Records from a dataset
==========

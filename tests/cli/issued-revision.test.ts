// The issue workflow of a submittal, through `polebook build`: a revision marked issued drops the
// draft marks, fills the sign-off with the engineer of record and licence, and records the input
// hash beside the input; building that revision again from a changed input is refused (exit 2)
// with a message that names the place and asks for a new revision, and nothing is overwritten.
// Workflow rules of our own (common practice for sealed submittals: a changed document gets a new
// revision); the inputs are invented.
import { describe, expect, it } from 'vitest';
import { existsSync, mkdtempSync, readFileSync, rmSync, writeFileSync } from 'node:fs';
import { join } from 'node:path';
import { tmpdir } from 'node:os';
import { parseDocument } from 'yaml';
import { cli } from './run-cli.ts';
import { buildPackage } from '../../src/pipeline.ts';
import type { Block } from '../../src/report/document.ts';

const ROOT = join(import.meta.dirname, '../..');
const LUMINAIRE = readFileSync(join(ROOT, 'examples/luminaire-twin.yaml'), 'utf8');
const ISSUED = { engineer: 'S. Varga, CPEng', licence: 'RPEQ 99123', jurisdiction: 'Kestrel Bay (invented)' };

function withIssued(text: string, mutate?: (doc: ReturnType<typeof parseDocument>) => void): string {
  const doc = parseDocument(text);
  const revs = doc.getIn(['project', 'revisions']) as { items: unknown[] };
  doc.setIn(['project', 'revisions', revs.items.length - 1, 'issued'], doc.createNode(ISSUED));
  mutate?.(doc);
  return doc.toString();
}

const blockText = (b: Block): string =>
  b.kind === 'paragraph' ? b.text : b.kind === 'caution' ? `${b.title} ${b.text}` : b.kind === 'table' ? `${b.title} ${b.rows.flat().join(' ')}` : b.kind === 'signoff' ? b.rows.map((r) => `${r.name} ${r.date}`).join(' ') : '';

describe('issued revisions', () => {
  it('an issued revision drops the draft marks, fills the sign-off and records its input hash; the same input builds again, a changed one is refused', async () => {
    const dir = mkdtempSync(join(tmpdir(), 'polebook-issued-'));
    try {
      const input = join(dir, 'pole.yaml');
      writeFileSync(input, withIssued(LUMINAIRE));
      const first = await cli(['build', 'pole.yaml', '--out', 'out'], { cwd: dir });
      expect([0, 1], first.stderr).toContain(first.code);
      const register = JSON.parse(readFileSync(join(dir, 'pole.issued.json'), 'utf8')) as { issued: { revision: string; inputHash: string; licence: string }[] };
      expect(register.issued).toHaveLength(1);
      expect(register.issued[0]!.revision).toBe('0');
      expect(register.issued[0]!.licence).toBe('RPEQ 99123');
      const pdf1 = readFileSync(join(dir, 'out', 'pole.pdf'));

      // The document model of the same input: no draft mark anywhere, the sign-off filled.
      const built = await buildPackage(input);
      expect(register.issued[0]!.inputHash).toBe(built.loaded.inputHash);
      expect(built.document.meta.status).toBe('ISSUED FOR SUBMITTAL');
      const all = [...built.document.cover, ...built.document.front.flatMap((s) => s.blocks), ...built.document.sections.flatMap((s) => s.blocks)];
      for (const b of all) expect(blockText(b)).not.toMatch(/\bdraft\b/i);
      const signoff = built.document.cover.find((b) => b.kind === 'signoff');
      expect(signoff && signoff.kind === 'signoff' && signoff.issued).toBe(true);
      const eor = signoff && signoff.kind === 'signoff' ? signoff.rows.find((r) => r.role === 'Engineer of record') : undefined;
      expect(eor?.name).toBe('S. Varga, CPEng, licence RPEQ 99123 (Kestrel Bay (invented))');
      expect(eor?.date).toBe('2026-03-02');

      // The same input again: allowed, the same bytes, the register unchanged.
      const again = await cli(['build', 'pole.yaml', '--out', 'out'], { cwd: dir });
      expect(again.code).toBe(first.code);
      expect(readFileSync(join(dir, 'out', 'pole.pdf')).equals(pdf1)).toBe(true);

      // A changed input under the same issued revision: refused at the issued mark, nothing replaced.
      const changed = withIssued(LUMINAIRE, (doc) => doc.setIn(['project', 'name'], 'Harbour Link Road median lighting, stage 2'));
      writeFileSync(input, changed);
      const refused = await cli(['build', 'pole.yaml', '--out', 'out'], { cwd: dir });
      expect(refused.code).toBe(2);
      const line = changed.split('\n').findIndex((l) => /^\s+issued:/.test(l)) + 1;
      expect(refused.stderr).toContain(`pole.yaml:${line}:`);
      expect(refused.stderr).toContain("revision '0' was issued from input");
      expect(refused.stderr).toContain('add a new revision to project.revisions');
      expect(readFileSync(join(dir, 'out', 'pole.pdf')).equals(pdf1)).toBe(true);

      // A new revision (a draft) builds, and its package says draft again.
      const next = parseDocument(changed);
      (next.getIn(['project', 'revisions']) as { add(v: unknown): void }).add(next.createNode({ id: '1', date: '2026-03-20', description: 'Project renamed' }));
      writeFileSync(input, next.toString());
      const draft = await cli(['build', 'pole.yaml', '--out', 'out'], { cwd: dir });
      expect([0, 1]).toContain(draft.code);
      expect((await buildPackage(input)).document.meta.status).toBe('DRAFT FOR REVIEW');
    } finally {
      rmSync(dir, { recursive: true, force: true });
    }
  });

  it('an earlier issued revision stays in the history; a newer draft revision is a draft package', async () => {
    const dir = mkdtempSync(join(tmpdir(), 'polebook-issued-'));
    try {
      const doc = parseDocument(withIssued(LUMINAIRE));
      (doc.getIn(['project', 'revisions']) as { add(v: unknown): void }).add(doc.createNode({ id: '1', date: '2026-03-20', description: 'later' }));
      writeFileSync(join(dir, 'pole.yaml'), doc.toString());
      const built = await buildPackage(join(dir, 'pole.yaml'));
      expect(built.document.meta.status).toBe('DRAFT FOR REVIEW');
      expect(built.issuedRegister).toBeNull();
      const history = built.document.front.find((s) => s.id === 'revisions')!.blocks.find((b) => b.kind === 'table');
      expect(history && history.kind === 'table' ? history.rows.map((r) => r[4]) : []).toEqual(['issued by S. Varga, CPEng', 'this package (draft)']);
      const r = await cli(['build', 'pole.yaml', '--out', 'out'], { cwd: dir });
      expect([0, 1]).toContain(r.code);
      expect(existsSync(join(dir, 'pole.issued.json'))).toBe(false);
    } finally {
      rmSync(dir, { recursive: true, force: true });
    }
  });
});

==========

Exercise:
All that is wanted is a faithful reproduction of the line above with "it('an issued revision", the line with "expect([0, 1], first.stderr).toContain(first.code);", and every line in between.

Solution for this problem:
  it('an issued revision drops the draft marks, fills the sign-off and records its input hash; the same input builds again, a changed one is refused', async () => {
    const dir = mkdtempSync(join(tmpdir(), 'polebook-issued-'));
    try {
      const input = join(dir, 'pole.yaml');
      writeFileSync(input, withIssued(LUMINAIRE));
      const first = await cli(['build', 'pole.yaml', '--out', 'out'], { cwd: dir });
      expect([0, 1], first.stderr).toContain(first.code);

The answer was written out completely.